ASCO2016: Acousys Biodevices Announces Proof-Of-Concept Data Demonstrating Photoacoustic Technology Platform Accurately Detects Circulating Tumor Cells In Stage III Melanoma Patients Accepted For Poster Presentation At ASCO Meeting

Pilot Study Data to be Presented Saturday, June 4 from 1 pm to 4:30 pm in Hall A

ANN ARBOR, Mich.--(BUSINESS WIRE)--Acousys Biodevices, Inc., a company dedicated to the development and commercialization of innovative technology to detect and automate the capture of circulating tumor cells (CTCs), today announced results from a promising proof-of-concept study will be presented at the annual conference of the American Society of Clinical Oncology (ASCO). The study evaluated the predictive use of the Company’s photoacoustic flow cytometer technology to detect CTCs in blood samples from Stage III melanoma patients. The details of the poster presentation are as follows:

“Circulating tumor cells in melanoma: a review of the literature and description of a novel technique”

Date and Time: Saturday, June 4, 2016, 1:00 p.m. – 4:30 p.m. CDT
Abstract Title: Photoacoustic detection of circulating tumor cells in blood samples of Stage III melanoma patients
Abstract Number: 9555
Location: Hall A
Poster Board: #160
Poster Session: Melanoma/Skin Cancers
Presenter: John Viator, Ph. D., Chief Scientific Officer, Acousys Biodevices, Professor and Director, Biomedical Engineering Program, Duquesne University in Pittsburgh, Pennsylvania

Circulating tumor cells are recognized as indicators of metastatic spread of cancer via the lymph and circulatory systems¹. Detection of metastases at a cellular level could potentially improve outcomes by supporting earlier treatment or more personalized patient care plans. Current imaging diagnostics require tumor formation of several millimeters before detection, which could equate to several months of undetectable growth.

The pilot proof-of-concept study tested blood samples, taken at the time of diagnosis, from 14 Stage III melanoma patients with surgically-resected high-risk disease who remained disease free or relapsed within two years of follow-up. The researchers used the Acousys photoacoustic flow cytometer to target pigmented circulating melanoma cells in which a laser pulse induced ultrasonic signatures in the melanoma cells, while not affecting the healthy cells. Only pigmented cells absorbed the laser light, resulting in photoacoustic waves detected by an acoustic transducer. The photoacoustic flow cytometer then counted and captured cells that generated photoacoustic waves. Results, which reached statistical significance (p-value = 0.1), accurately predicted the metastatic progression in the sample patients. Of the 8 patients who remained disease free, 2 had CMCs, 6 didn’t.

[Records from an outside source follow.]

import { type FieldError, Problem } from './problem';

/** 400: unknown, missing or wrongly typed fields. */
export class MalformedProblem extends Problem {
  constructor(
    errors: readonly FieldError[],
    detail = 'Some fields are missing, unknown or of the wrong kind.',
  ) {
    super('malformed', detail, { errors });
  }
}

/** 401: nobody is signed in, or the token is expired or forged. */
export class UnauthenticatedProblem extends Problem {
  constructor(detail = 'Sign in to go on; the access token is missing, expired or not valid.') {
    super('unauthenticated', detail);
  }
}

/** 403: signed in, but a rule forbids; `rule` names it. */
export class ForbiddenProblem extends Problem {
  constructor(rule: string, detail: string) {
    super('forbidden', detail, { rule });
  }
}

/** 404 */
export class NotFoundProblem extends Problem {
  constructor(detail: string) {
    super('not-found', detail);
  }
}

/** 409: the version that the edit was made on is no longer the current one. */
export class StaleEditProblem extends Problem {
  constructor(subject: string) {
    super('stale', `${subject} has been changed since you opened it. Load it again and repeat your change.`);
  }
}

/** 409: something of that name exists already. */
export class ConflictProblem extends Problem {
  constructor(detail: string, errors?: readonly FieldError[]) {
    super('conflict', detail, { errors });
  }
}

/** 422: well-formed, but fields contradict each other or what is stored. */
export class ClashProblem extends Problem {
  constructor(detail: string, errors: readonly FieldError[] = []) {
    super('clash', detail, { errors });
  }
}

/** 429: `retryAfter` in seconds. */
export class ThrottledProblem extends Problem {
  constructor(detail: string, retryAfter: number) {
    super('throttled', detail, { retryAfter: Math.max(1, Math.ceil(retryAfter)) });
  }
}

Of those who became metastatic, 5 had CMCs, 1 didn’t.

“The data suggests we have a strong prognostic tool which warrants further testing for its ability to accurately detect early metastasis, capture intact CTCs and guide the management of advanced stage melanoma patients, as well as its potential use with other types of cancer where circulating tumor cells are known to be important predictors of metastatic disease, such as cancers of the pancreas, breast, and lung,” said abstract lead author and Chief Scientific Officer of Acousys Biodevices, John A. Viator, Ph.D. “With our photoacoustic technology, we aim to usher in a new era of therapy in which advanced cancer is fought cell by cell, rather than against large, macroscopic tumors as is current practice.”

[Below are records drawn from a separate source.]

import { ApiProperty, ApiPropertyOptional } from '@nestjs/swagger';
import { PROBLEM_KINDS, type Problem } from './problem';

export class FieldErrorDocument {
  @ApiProperty({ description: 'JSON pointer (RFC 6901) to the faulty field' })
  pointer: string;

  @ApiProperty()
  message: string;
}

/** A problem as it goes over the wire (RFC 9457, `application/problem+json`). */
export class ProblemDocument {
  @ApiProperty({ example: 'urn:resistry:problem:malformed' })
  type: string;

  @ApiProperty()
  title: string;

  @ApiProperty()
  status: number;

  @ApiProperty()
  detail: string;

  @ApiProperty({ description: 'Identifies this request in the log' })
  instance: string;

  @ApiPropertyOptional({ type: [FieldErrorDocument] })
  errors?: FieldErrorDocument[];

  @ApiPropertyOptional({ description: 'The rule that forbids' })
  rule?: string;

  @ApiPropertyOptional({ description: 'Seconds after which another attempt makes sense' })
  retryAfter?: number;

  static of(problem: Problem, requestId: string): ProblemDocument {
    const { errors, rule, retryAfter } = problem.members;
    const document = new ProblemDocument();
    document.type = `urn:resistry:problem:${problem.kind}`;
    document.title = PROBLEM_KINDS[problem.kind].title;
    document.status = problem.status;
    document.detail = problem.detail;
    document.instance = `urn:uuid:${requestId}`;
    if (errors !== undefined && errors.length > 0) document.errors = [...errors];
    if (rule !== undefined) document.rule = rule;
    if (retryAfter !== undefined) document.retryAfter = retryAfter;
    return document;
  }
}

“A predictive diagnostic able to qualify and capture circulating tumor cells would have field-shifting benefits and allow clinicians an opportunity to make earlier therapeutic adjustments in the setting of resistance or progression,” commented Mark S. Cohen, MD, FACS Associate Chair in Surgery for Innovation, Associate Professor of Surgery and Pharmacology, University of Michigan Health System.

A link to the abstract can be found here: http://abstract.asco.org/176/AbstView_176_169894.html

About Acousys Biodevices

Acousys Biodevices was formed in 2011, but its patents, technology, and intellectual property represent more than 50 years of experience and accomplishments by its co-founders. This life-long expertise – in the fields of biomedical optics and photoacoustic technology, immunology, biopharmaceutical discovery and development, biomedical and electrical engineering, physics and mathematics – have culminated in the first photoacoustic circulating tumor cell (CTC) detection technology to automate the capture and analysis of whole (not fragmented) CTCs. The company’s patented platform is validated in melanoma with ongoing research and development underway to expand the platform to non-melanoma cancer applications.

CAUTION: Acousys Biodevices’ photoacoustic flow cytometry technology is not FDA cleared for sale in the United States.

¹ S. Steen, J. Nemunaitis, T. Fisher, and J. Kuhn, “Circulating tumor cells in melanoma: a review of the literature and description of a novel technique,” Proceedings (Baylor University Medical Center) 21(2), pp. 127–132, 2008 PMC2277345.